#### Work to complete
From the listing below, copy only the lines from the line that contains "q.row.SupplyVoltageV = 400" to the line that contains "shapeMixer, 0.42, health.CriticalityC)", counting those two lines as part of the copy.

#### Data for this task
┌──

// fleetAreas returns the areas of the sites returned by fleetSites, in the
// same order as the sites.
func fleetAreas(sites []*siteDef) []*areaDef {
	in, out := health.Indoor, health.Outdoor
	area := func(s *siteDef, name, notes string, e store.Environment, off, coup, sun float64) *areaDef {
		return &areaDef{site: s, row: store.Area{Name: name, Environment: e, Notes: notes}, offsetK: off, coupling: coup, sunK: sun}
	}
	intake, works, boost, lift, ww := sites[0], sites[1], sites[2], sites[3], sites[4]
	return []*areaDef{
		area(intake, areaIntakeDeck, noteAreaIntake,
			env(out, health.SunFull, 4, 40, health.WaterSplashing, health.DustWindblown, true, true, health.CorrosionG2), 0, 1, 0),
		area(works, areaDosing, noteAreaDosing,
			env(in, health.SunNone, 10, 35, health.WaterSplashing, health.DustNone, false, false, health.CorrosionG3), 6.5, 0.5, 0),
		area(works, areaFilters, noteAreaFilters,
			env(in, health.SunNone, 8, 30, health.WaterDripping, health.DustNone, false, false, health.CorrosionG1), 1.5, 0.35, 0),
		area(works, areaHighLift, noteAreaHighLift,
			env(in, health.SunNone, 10, 45, health.WaterDripping, health.DustSettling, false, false, health.CorrosionG1), 15, 0.55, 0),
		area(works, areaStores, noteAreaStores,
			env(in, health.SunNone, 10, 30, health.WaterNone, health.DustNone, false, false, health.CorrosionG1), 4, 0.3, 0),
		area(boost, areaKiosksSun, noteAreaKioskSun,
			env(in, health.SunNone, 10, 55, health.WaterNone, health.DustSettling, true, true, health.CorrosionG2), 15, 0.9, 8),
		area(boost, areaKiosksShade, noteAreaKioskShad,
			env(in, health.SunNone, 8, 48, health.WaterNone, health.DustSettling, true, true, health.CorrosionG2), 10, 0.85, 2.5),
		area(lift, areaLiftPanels, noteAreaLift,
			env(in, health.SunNone, 8, 38, health.WaterDripping, health.DustNone, true, true, health.CorrosionGX), 3, 0.6, 0),
		area(ww, areaDewatering, noteAreaDewater,
			env(in, health.SunNone, 5, 38, health.WaterHoseDown, health.DustNone, true, true, health.CorrosionG2), 0, 0.6, 0),
		area(ww, areaBlowers, noteAreaBlowers,
			env(in, health.SunNone, 5, 40, health.WaterNone, health.DustSettling, false, true, health.CorrosionG2), 7, 0.6, 0),
		area(ww, areaCoolingTowers, noteAreaTowers,
			env(out, health.SunFull, 4, 40, health.WaterSplashing, health.DustWindblown, true, true, health.CorrosionG2), 0, 1, 0),
	}
}

// shape is the duty a position's drive carries: how it starts, stops and
// loads through the day and the year.
type shape int

const (
	shapeScour      shape = iota // runs two hours each morning
	shapeRawWater                // duty/standby river pumps following demand
	shapeScreen                  // band screens, in cycles and after rain
	shapeScreenWash              // wash pumps with the screens
	shapeSump                    // sump drainer, now and then
	shapeDosing                  // flow-paced dosing pumps, always running
	shapeWashwater               // washwater recovery, tank level
	shapeBackwash                // backwash pumps and air scour blowers, filter by filter
	shapeSteadyBlow              // air scour blower on a day shift at fixed speed
	shapeHighLift                // high-lift pumps on the energy tariff
	shapeBooster                 // pressure-controlled booster pumps
	shapeLift                    // sewage lift pumps, duty and standby
	shapeCentrifuge              // decanter centrifuges in daily batches
	shapeFeed                    // sludge feed pumps with the centrifuges
	shapeConveyor                // cake conveyors with the centrifuges
	shapeMixer                   // polymer mixer, every other hour
	shapeBlower                  // aeration blowers following the inflow
	shapeTowerFan                // cooling-tower fans following the weather
)

// cabinetKind is how a cabinet-mounted position's cabinet is cooled.
type cabinetKind int

const (
	cabinetNone cabinetKind = iota
	cabinetAirConditioned
	cabinetSealedSun
)

// posPlan is one position: its register row and everything the generator
// needs to make its readings and history.
type posPlan struct {
	idx   int
	row   store.Position
	area  *areaDef
	model *modelSpec
	shape shape
	// group, rank and size place the position in a duty/standby group.
	group      string
	rank, size int
	// xFull is the running load at full speed or full duty, as a share of
	// the model's normal-duty rated current.
	xFull   float64
	cabinet cabinetKind
	// sunlit is true for a drive in its own enclosure in the sun.
	sunlit bool
	// Planted problems, and whether any is planted here (no unit at such a
	// position fails in the last 400 days, so the planted evidence stays
	// on one unit).
	plantSilent, plantRipple, plantRegen, plantHotKiosk bool
	isPlanted                                           bool
	// fLo and fSpan set a booster's speed range: fLo + fSpan × demand.
	fLo, fSpan float64

	// Profile of a typical year at the position (from profilePositions).
	prof profile
	// Reading-year history (from the history simulation).
	stints []stint
	stops  []stop
}

// fleetPositions returns the eighty positions.
func fleetPositions(areas []*areaDef, models []*modelSpec) []*posPlan {
	byModel := map[string]*modelSpec{}
	for _, m := range models {
		byModel[m.row.Name] = m
	}
	intake, dosing, filters, hall := areas[0], areas[1], areas[2], areas[3]
	kSun, kShade, lift, dewater, blowers, towers := areas[5], areas[6], areas[7], areas[8], areas[9], areas[10]
	var out []*posPlan
	add := func(a *areaDef, prefix, kind string, n int, desc, model string, sh shape, x float64, crit health.Criticality) *posPlan {
		p := &posPlan{area: a, model: byModel[model], shape: sh, xFull: x}
		p.row = store.Position{
			Tag: fmt.Sprintf(tagFormat, prefix, kind, n), Description: desc, Mounting: health.MountingOwn,
			SupplyVoltageV: 400, SupplyPhases: 3, SupplyFrequencyHz: 50, CarrierKHz: 4,
			Duty: health.DutyNormal, Criticality: crit,
		}
		p.sunlit = a.row.Environment.Location == health.Outdoor
		p.fLo, p.fSpan = 30, 20
		out = append(out, p)
		return p
	}
	group := func(ps []*posPlan, name string) {
		for i, p := range ps {
			p.group, p.rank, p.size = name, i, len(ps)
		}
	}

	// Intake.
	p := add(intake, tagIntake, tagKindPump, 1, descScourPump, modelTQ22, shapeScour, 0.62, health.CriticalityC)
	p.row.Notes = notePosScour
	var raw []*posPlan
	for i := 2; i <= 5; i++ {
		raw = append(raw, add(intake, tagIntake, tagKindPump, i, fmt.Sprintf(descRawWaterPump, i-1), modelKV45X, shapeRawWater, 0.76, health.CriticalityA))
	}
	group(raw, "raw")
	p = add(intake, tagIntake, tagKindScr, 1, fmt.Sprintf(descBandScreen, 1), modelKV11, shapeScreen, 0.42, health.CriticalityB)
	p.row.Mounting, p.cabinet, p.sunlit = health.MountingCabinet, cabinetSealedSun, false
	p.row.Cabinet = store.Cabinet{NEMAType: "4X", IPCode: "IP66", Cooling: health.CoolingSealed, Material: health.MaterialStainless,
		AbsorptanceFraction: 0.45, HeightM: 1.2, WidthM: 0.8, DepthM: 0.4, Placement: health.PlacementAgainstWall, OtherLossesW: 80}
	p.row.Notes = notePosCabinet
	add(intake, tagIntake, tagKindScr, 2, fmt.Sprintf(descBandScreen, 2), modelKV11X, shapeScreen, 0.42, health.CriticalityB)
	add(intake, tagIntake, tagKindWash, 1, fmt.Sprintf(descScreenWash, 1), modelKV11X, shapeScreenWash, 0.6, health.CriticalityC)
	add(intake, tagIntake, tagKindWash, 2, fmt.Sprintf(descScreenWash, 2), modelKV11X, shapeScreenWash, 0.6, health.CriticalityC)
	add(intake, tagIntake, tagKindDrain, 1, descSumpDrainer, modelTQ7X, shapeSump, 0.5, health.CriticalityC)

	// Treatment works: dosing room.
	for i := 1; i <= 3; i++ {
		m := modelKV11X
		if i == 2 {
			m = modelTQ7X
		}
		p = add(dosing, tagDosing, tagKindPump, i, fmt.Sprintf(descDosingPump, i), m, shapeDosing, 0.45, health.CriticalityA)
		if i == 2 {
			p.row.Notes = notePosDosingOld
		}
	}
	for i := 1; i <= 3; i++ {
		add(dosing, tagDosing, tagKindPump, i+3, fmt.Sprintf(descHypoPump, i), modelKV11X, shapeDosing, 0.4, health.CriticalityA)
	}

	// Filter gallery.
	for i := 1; i <= 4; i++ {
		add(filters, tagFilters, tagKindPump, i, fmt.Sprintf(descWashwaterPump, i), modelKV11, shapeWashwater, 0.62, health.CriticalityC)
	}
	var bw []*posPlan
	for i := 1; i <= 2; i++ {
		bw = append(bw, add(filters, tagFilters, tagKindPump, i+4, fmt.Sprintf(descBackwashPump, i), modelKV45, shapeBackwash, 0.7, health.CriticalityB))
	}
	group(bw, "backwash")
	var scour []*posPlan
	for i := 1; i <= 2; i++ {
		scour = append(scour, add(filters, tagFilters, tagKindBlow, i, fmt.Sprintf(descAirScour, i), modelKV45, shapeBackwash, 0.66, health.CriticalityB))
	}
	group(scour, "scour")
	p = add(filters, tagFilters, tagKindBlow, 3, fmt.Sprintf(descAirScour, 3), modelKV45, shapeSteadyBlow, 0.773, health.CriticalityB)
	p.row.CarrierKHz = 10
	p.row.Notes = notePosCarrier

	// High-lift pump hall.
	var hl []*posPlan
	for i := 1; i <= 9; i++ {
		hl = append(hl, add(hall, tagHighLift, tagKindPump, i, fmt.Sprintf(descHighLiftPump, i), modelKV110, shapeHighLift, 0.74, health.CriticalityA))
	}
	group(hl, "highlift")

	// Booster kiosks.
	sunLoads := []float64{0.6, 0.58, 0.74, 0.56, 0.6}
	for i, x := range sunLoads {
		p = add(kSun, tagBoosters, tagKindPump, i+1, fmt.Sprintf(descBoosterPump, i+1), modelKV11, shapeBooster, x, health.CriticalityB)
		if i == 2 {
			// The hilltop zone's booster holds a high pressure set point
			// and runs near full speed all day.
			p.plantHotKiosk = true
			p.fLo, p.fSpan = 45, 5
			p.row.Notes = notePosKioskHot
		}
	}
	shadeLoads := []float64{0.6, 0.55, 0.62, 0.58, 0.6, 0.52, 0.57}
	for i, x := range shadeLoads {
		add(kShade, tagBoosters, tagKindPump, i+6, fmt.Sprintf(descBoosterPump, i+6), modelKV11, shapeBooster, x, health.CriticalityB)
	}

	// Lift stations: eight stations with a duty and a standby pump each,
	// every drive in an air-conditioned stainless cabinet.
	for st := 1; st <= 8; st++ {
		var pair []*posPlan
		for k, letter := range []string{liftPumpDuty, liftPumpStandby} {
			n := 2*(st-1) + k + 1
			m := modelKV11
			x := 0.5
			if n >= 13 {
				m, x = modelTQ7, 0.55
			}
			if st == 5 {
				x = 0.36
			}
			p = add(lift, tagLift, tagKindPump, n, fmt.Sprintf(descLiftPump, st, letter), m, shapeLift, x, health.CriticalityA)
			p.row.Mounting, p.cabinet, p.sunlit = health.MountingCabinet, cabinetAirConditioned, false
			p.row.Cabinet = store.Cabinet{NEMAType: "4X", IPCode: "IP66", Cooling: health.CoolingAirConditioned, Material: health.MaterialStainless,
				AbsorptanceFraction: 0.45, HeightM: 1.2, WidthM: 0.8, DepthM: 0.4, Placement: health.PlacementAgainstWall,
				CoolingCapacityW: 900, SetPointC: 30, OtherLossesW: 60}
			pair = append(pair, p)
		}
		group(pair, fmt.Sprintf("lift%d", st))
		if st == 5 {
			// Station 5 hangs on a single-phase rural spur: pump A without
			// its derate (planted), pump B with it.
			for _, q := range pair {
				q.row.SupplyPhases = 1
				q.row.SupplyVoltageV = 400
			}
			pair[0].row.Notes = notePosSinglePh
			pair[1].row.SinglePhaseDerateSet = true
		}
		if st == 6 {
			pair[1].plantSilent = true
			pair[1].row.Notes = notePosSilent
		}
	}

	// Wastewater works: dewatering hall.
	var cent []*posPlan
	for i := 1; i <= 3; i++ {
		p = add(dewater, tagDewater, tagKindCent, i, fmt.Sprintf(descCentrifuge, i), modelKV45X, shapeCentrifuge, 0.45, health.CriticalityA)
		p.row.Duty = health.DutyHeavy
		if i == 2 {
			p.plantRegen = true
			p.row.Notes = notePosRegen
		}
		cent = append(cent, p)
	}
	group(cent, "centrifuge")
	var feed []*posPlan
	for i := 1; i <= 4; i++ {
		feed = append(feed, add(dewater, tagDewater, tagKindPump, i, fmt.Sprintf(descSludgeFeed, i), modelKV11X, shapeFeed, 0.55, health.CriticalityB))
	}
	group(feed, "feed")
	for i := 1; i <= 2; i++ {
		p = add(dewater, tagDewater, tagKindConv, i, fmt.Sprintf(descCakeConveyor, i), modelKV11X, shapeConveyor, 0.45, health.CriticalityB)
		p.row.Duty = health.DutyHeavy
	}
	add(dewater, tagDewater, tagKindMix, 1, descPolymerMixer, modelTQ7, shapeMixer, 0.42, health.CriticalityC)

	// Aeration blower house.
	var bl []*posPlan
	for i := 1; i <= 4; i++ {
		p = add(blowers, tagBlowers, tagKindBlow, i, fmt.Sprintf(descAerationBlower, i), modelKV45, shapeBlower, 0.74, health.CriticalityA)
		if i == 2 {
			p.plantRipple = true
			p.row.Notes = notePosRipple
		}
		bl = append(bl, p)
	}
	group(bl, "aeration")

	// Cooling-tower platform.
	for i := 1; i <= 4; i++ {
		add(towers, tagTowers, tagKindFan, i, fmt.Sprintf(descTowerFan, i), modelKV11X, shapeTowerFan, 0.78, health.CriticalityB)
	}

	for i, p := range out {
		p.idx = i
	}
	return out
}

└──

#### Result
				q.row.SupplyVoltageV = 400
			}
			pair[0].row.Notes = notePosSinglePh
			pair[1].row.SinglePhaseDerateSet = true
		}
		if st == 6 {
			pair[1].plantSilent = true
			pair[1].row.Notes = notePosSilent
		}
	}

	// Wastewater works: dewatering hall.
	var cent []*posPlan
	for i := 1; i <= 3; i++ {
		p = add(dewater, tagDewater, tagKindCent, i, fmt.Sprintf(descCentrifuge, i), modelKV45X, shapeCentrifuge, 0.45, health.CriticalityA)
		p.row.Duty = health.DutyHeavy
		if i == 2 {
			p.plantRegen = true
			p.row.Notes = notePosRegen
		}
		cent = append(cent, p)
	}
	group(cent, "centrifuge")
	var feed []*posPlan
	for i := 1; i <= 4; i++ {
		feed = append(feed, add(dewater, tagDewater, tagKindPump, i, fmt.Sprintf(descSludgeFeed, i), modelKV11X, shapeFeed, 0.55, health.CriticalityB))
	}
	group(feed, "feed")
	for i := 1; i <= 2; i++ {
		p = add(dewater, tagDewater, tagKindConv, i, fmt.Sprintf(descCakeConveyor, i), modelKV11X, shapeConveyor, 0.45, health.CriticalityB)
		p.row.Duty = health.DutyHeavy
	}
	add(dewater, tagDewater, tagKindMix, 1, descPolymerMixer, modelTQ7, shapeMixer, 0.42, health.CriticalityC)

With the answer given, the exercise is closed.